=== What to produce ===
How many separate lines in this material contain the string "assessmentSchema"? Respond with the number alone.

=== Available data ===
────────────────────

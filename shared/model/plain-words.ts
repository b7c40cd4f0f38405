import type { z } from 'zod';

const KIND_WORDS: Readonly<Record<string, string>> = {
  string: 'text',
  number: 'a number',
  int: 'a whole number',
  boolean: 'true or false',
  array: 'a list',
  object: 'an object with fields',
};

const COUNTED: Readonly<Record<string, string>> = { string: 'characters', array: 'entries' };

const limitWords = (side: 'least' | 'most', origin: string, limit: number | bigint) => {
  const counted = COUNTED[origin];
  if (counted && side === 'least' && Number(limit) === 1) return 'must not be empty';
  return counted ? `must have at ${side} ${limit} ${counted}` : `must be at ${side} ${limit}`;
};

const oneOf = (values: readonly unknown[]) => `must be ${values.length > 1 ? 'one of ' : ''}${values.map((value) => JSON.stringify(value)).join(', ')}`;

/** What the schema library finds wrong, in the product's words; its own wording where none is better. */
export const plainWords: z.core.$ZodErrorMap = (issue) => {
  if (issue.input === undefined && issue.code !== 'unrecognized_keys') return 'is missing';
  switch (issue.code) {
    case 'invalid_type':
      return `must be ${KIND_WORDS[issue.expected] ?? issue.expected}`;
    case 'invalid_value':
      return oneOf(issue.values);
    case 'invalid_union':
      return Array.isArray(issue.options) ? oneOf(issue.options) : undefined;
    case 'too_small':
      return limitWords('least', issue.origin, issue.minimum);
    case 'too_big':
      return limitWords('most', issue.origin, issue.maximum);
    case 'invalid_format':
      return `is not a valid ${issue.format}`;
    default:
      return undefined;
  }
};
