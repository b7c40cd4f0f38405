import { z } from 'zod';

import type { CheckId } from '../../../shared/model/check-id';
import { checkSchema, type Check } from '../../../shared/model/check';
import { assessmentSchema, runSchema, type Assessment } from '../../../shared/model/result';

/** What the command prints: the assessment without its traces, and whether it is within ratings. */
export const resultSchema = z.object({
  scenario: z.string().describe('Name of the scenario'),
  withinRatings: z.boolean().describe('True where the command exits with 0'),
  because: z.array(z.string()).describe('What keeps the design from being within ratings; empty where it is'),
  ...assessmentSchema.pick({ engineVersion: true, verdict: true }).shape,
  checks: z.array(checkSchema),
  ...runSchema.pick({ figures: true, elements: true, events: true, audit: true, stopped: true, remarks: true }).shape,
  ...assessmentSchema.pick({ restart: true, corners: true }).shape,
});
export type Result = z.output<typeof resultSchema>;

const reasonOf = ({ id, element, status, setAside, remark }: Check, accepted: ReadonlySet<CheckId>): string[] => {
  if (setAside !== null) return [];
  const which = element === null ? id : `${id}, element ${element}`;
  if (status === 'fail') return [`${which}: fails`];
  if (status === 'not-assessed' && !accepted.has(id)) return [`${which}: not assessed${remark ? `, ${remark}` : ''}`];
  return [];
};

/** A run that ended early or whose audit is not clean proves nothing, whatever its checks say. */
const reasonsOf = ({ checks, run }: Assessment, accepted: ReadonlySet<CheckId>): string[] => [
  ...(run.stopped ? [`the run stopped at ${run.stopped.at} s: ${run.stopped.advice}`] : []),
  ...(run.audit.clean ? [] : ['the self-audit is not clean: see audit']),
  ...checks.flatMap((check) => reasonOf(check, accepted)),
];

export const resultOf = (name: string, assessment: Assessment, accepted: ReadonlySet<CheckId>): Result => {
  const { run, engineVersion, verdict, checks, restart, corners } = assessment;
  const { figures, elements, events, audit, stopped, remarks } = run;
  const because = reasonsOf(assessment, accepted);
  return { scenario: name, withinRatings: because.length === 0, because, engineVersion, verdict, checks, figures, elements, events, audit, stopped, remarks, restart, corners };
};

────────────────────

=== The answer ===
3